(Data items)
################

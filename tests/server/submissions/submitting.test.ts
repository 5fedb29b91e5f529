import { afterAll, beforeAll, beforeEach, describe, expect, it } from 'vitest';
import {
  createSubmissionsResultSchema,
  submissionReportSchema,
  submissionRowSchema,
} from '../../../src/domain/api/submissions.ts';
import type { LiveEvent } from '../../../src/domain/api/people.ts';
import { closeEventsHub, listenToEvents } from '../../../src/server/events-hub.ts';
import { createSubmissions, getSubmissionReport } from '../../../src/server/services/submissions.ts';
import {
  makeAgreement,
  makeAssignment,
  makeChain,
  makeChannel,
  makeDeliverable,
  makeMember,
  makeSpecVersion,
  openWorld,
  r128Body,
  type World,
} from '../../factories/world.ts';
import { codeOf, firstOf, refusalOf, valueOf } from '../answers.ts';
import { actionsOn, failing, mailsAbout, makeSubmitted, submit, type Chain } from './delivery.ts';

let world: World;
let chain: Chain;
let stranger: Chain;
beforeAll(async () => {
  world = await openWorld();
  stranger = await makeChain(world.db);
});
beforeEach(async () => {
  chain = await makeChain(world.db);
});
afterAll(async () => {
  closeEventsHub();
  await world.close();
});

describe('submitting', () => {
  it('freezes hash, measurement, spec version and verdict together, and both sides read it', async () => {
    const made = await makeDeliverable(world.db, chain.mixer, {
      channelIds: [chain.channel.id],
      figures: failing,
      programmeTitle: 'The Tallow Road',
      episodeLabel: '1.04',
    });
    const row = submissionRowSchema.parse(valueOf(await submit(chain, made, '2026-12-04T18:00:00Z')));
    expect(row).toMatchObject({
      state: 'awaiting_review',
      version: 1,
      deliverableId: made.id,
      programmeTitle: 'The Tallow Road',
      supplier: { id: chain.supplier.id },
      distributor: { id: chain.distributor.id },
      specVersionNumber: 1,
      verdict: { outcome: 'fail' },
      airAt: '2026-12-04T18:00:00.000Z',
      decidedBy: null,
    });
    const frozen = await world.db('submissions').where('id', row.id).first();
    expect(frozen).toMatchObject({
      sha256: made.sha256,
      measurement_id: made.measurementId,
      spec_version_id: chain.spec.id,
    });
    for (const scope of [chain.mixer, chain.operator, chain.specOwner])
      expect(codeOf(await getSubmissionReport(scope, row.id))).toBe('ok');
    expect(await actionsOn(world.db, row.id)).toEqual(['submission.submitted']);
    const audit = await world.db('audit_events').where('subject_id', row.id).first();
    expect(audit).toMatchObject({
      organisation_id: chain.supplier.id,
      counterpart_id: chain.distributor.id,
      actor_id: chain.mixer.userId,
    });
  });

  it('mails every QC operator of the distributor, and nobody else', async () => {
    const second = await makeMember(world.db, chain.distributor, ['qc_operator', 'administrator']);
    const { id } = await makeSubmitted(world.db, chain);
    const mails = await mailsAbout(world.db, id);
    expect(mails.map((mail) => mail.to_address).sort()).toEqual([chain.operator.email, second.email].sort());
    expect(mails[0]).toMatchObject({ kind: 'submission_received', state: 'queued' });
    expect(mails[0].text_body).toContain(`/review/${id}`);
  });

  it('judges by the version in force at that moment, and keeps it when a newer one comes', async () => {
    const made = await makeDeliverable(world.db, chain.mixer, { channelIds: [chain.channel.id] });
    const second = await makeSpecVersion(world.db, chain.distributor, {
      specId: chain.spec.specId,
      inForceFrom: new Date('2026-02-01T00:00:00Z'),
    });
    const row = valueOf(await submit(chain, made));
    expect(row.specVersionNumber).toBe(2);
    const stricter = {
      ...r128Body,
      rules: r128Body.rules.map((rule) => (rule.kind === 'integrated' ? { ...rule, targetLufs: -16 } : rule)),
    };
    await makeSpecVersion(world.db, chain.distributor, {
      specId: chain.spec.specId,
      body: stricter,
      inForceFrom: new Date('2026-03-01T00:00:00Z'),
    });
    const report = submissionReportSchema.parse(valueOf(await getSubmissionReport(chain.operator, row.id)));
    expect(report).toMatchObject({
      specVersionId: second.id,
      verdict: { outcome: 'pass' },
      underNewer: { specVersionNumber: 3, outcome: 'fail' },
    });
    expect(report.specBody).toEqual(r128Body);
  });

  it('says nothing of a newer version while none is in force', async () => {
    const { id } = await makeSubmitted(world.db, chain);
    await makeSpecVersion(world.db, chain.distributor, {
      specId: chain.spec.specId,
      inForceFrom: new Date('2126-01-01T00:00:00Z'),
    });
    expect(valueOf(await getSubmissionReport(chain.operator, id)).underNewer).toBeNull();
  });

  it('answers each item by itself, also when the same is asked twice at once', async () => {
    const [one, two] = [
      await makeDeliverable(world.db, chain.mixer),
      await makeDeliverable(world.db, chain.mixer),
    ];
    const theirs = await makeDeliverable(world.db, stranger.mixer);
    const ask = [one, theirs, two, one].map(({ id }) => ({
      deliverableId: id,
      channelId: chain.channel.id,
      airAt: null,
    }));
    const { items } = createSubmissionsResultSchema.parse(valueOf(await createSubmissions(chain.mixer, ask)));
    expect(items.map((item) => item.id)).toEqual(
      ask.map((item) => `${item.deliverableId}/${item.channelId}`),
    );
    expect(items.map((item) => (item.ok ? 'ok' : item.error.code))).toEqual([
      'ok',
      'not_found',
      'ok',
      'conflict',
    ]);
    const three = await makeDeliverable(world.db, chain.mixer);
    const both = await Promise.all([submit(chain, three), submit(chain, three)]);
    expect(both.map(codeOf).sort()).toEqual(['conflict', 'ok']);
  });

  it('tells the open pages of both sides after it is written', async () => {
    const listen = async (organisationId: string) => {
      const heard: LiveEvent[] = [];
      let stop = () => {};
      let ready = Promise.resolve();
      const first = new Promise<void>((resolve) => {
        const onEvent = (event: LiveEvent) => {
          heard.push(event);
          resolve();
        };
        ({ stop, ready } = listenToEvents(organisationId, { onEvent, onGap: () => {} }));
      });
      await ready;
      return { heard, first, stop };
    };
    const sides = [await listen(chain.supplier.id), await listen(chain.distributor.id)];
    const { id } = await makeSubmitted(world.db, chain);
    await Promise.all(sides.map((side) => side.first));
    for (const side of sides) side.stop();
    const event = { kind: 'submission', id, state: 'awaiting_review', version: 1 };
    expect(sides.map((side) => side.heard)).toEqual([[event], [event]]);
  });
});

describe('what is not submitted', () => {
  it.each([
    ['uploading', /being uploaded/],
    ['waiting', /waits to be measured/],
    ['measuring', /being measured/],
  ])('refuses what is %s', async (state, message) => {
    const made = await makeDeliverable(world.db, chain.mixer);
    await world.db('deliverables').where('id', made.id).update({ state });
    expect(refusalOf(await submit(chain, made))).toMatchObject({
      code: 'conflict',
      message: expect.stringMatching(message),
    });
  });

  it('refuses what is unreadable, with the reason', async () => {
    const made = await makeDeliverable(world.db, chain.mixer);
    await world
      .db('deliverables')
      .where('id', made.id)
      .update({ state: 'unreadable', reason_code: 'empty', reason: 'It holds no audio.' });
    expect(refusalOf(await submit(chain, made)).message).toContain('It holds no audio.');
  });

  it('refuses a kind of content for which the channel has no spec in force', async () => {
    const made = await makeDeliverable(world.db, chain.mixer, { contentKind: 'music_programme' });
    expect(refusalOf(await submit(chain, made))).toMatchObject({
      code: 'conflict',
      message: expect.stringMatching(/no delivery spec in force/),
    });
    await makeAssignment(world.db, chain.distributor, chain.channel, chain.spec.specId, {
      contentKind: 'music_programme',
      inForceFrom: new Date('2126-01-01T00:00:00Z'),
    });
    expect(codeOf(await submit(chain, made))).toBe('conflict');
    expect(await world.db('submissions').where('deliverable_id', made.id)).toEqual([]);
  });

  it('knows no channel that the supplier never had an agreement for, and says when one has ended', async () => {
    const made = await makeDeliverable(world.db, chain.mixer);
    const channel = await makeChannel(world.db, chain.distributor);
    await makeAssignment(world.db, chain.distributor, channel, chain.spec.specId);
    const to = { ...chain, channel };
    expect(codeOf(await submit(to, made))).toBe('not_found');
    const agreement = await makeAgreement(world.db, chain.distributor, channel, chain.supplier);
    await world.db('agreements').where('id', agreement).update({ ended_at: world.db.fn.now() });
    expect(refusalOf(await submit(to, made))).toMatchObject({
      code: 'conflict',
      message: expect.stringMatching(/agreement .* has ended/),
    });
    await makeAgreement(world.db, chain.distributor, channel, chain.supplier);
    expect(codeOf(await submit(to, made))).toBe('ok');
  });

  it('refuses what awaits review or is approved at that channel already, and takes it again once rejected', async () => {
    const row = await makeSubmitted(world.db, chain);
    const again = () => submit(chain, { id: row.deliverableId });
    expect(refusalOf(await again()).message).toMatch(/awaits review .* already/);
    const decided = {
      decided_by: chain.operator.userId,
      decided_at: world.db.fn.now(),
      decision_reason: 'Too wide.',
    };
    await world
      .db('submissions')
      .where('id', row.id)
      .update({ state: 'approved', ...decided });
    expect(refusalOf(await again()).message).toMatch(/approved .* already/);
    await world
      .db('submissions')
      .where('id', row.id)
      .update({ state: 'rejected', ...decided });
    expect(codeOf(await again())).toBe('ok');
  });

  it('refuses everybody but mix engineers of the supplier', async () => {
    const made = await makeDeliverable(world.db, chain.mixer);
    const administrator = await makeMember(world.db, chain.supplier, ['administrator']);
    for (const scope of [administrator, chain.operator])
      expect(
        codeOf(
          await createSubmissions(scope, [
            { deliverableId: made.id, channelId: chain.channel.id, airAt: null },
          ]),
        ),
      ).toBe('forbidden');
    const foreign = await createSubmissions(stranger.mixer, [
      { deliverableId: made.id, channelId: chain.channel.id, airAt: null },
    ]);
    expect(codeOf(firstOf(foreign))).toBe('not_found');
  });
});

################

What you will do: Track down every line in the entries that includes the string "onEvent", and copy it.

Result of the task:
        const onEvent = (event: LiveEvent) => {
        ({ stop, ready } = listenToEvents(organisationId, { onEvent, onGap: () => {} }));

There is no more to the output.